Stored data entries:
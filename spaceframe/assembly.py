"""Equilibrium matrix and stiffness, built from index arrays in one sparse build.

Conventions (tension positive):

- The equilibrium matrix ``A`` is (3n, b).  Column k holds ``-c_k`` in the
  three rows of its first node i and ``+c_k`` in those of its second node j,
  where ``c_k`` is the unit vector from i to j.  Then ``A @ t = p``: member
  tensions t balance the external nodal forces p (loads plus reactions).
- Its transpose is the compatibility matrix: elongations ``e = A.T @ u``.
- The stiffness is ``K = A diag(EA/L) A.T``; it is assembled directly from
  the 6x6 member matrices, never by a sparse product.
"""

from __future__ import annotations

from typing import TYPE_CHECKING, Literal

import numpy as np
import scipy.sparse as sp

if TYPE_CHECKING:
    from spaceframe.model import Model

__all__ = ["equilibrium_matrix", "index_dtype", "member_dofs", "stiffness_matrix"]


def index_dtype(n: int) -> type[np.signedinteger]:
    """int32 where indices up to ``n`` fit (halves index memory), else int64."""
    return np.int32 if n < np.iinfo(np.int32).max else np.int64


def member_dofs(members: np.ndarray) -> np.ndarray:
    """(b, 6) int: global degrees of freedom (3*node + axis) of each member's ends."""
    idx = index_dtype(3 * (int(members.max(initial=0)) + 1))
    base = (3 * members).astype(idx)
    offs = np.arange(3, dtype=idx)
    return np.concatenate([base[:, :1] + offs, base[:, 1:] + offs], axis=1)


def equilibrium_matrix(model: Model) -> sp.csc_matrix:
    """The (3n, b) equilibrium matrix A, so that A t = f.

    Parameters
    ----------
    model : Model

    Returns
    -------
    A : (3n, b) scipy.sparse.csc_matrix
        Six non-zeros per column: -c at the first node, +c at the second.
    """
    b = model.n_members
    c = model.directions
    data = np.concatenate([-c, c], axis=1).ravel()
    rows = member_dofs(model.members).ravel()
    idx = index_dtype(max(3 * model.n_nodes, b))
    indptr = np.arange(0, 6 * b + 1, 6, dtype=idx)
    # Built straight in CSC form: each column's six entries are contiguous.
    return sp.csc_matrix((data, rows.astype(idx), indptr), shape=(3 * model.n_nodes, b))


def stiffness_matrix(
    model: Model,
    dof_map: np.ndarray | None = None,
    n_dof: int | None = None,
    triangle: Literal["full", "upper"] = "full",
) -> sp.csr_matrix:
    """Assemble the member stiffness K = A diag(EA/L) A^T directly.

    Parameters
    ----------
    model : Model
    dof_map : (3n,) int, optional
        Renumbering of global degrees of freedom; entries < 0 are dropped.
        Used to assemble the reduced (free-free) matrix without slicing.
    n_dof : int, optional
        Size of the renumbered system (default ``dof_map.max() + 1``).
    triangle : {"full", "upper"}
        Keep all entries, or only the upper triangle (for symmetric solvers).

    Returns
    -------
    K : scipy.sparse.csr_matrix
        Duplicates summed, indices sorted.
    """
    c = model.directions
    k = model.axial_stiffness
    # Member matrix k [[C, -C], [-C, C]] with C = c c^T, for all members at once.
    cc = k[:, None, None] * (c[:, :, None] * c[:, None, :])
    local = np.empty((model.n_members, 6, 6))
    local[:, :3, :3] = cc
    local[:, 3:, 3:] = cc
    local[:, :3, 3:] = -cc
    local[:, 3:, :3] = -cc
    dofs = member_dofs(model.members)
    if dof_map is not None:
        dofs = dof_map[dofs]
        size = int(dof_map.max(initial=-1)) + 1 if n_dof is None else n_dof
    else:
        size = 3 * model.n_nodes
    idx = index_dtype(size)
    dofs = dofs.astype(idx, copy=False)
    rows = np.broadcast_to(dofs[:, :, None], local.shape)
    cols = np.broadcast_to(dofs[:, None, :], local.shape)
    keep = (rows >= 0) & (cols >= 0)
    if triangle == "upper":
        keep &= rows <= cols
    K = sp.coo_matrix((local[keep], (rows[keep], cols[keep])), shape=(size, size)).tocsr()
    K.sum_duplicates()
    return K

### EXERCISE BRIEF
Give back the records above exactly, limited to the lines between the one holding "dof_map : (3n,) int, optional" and the one holding "cc = k[:, None, None]", inclusive.

### SOLUTION
    dof_map : (3n,) int, optional
        Renumbering of global degrees of freedom; entries < 0 are dropped.
        Used to assemble the reduced (free-free) matrix without slicing.
    n_dof : int, optional
        Size of the renumbered system (default ``dof_map.max() + 1``).
    triangle : {"full", "upper"}
        Keep all entries, or only the upper triangle (for symmetric solvers).

    Returns
    -------
    K : scipy.sparse.csr_matrix
        Duplicates summed, indices sorted.
    """
    c = model.directions
    k = model.axial_stiffness
    # Member matrix k [[C, -C], [-C, C]] with C = c c^T, for all members at once.
    cc = k[:, None, None] * (c[:, :, None] * c[:, None, :])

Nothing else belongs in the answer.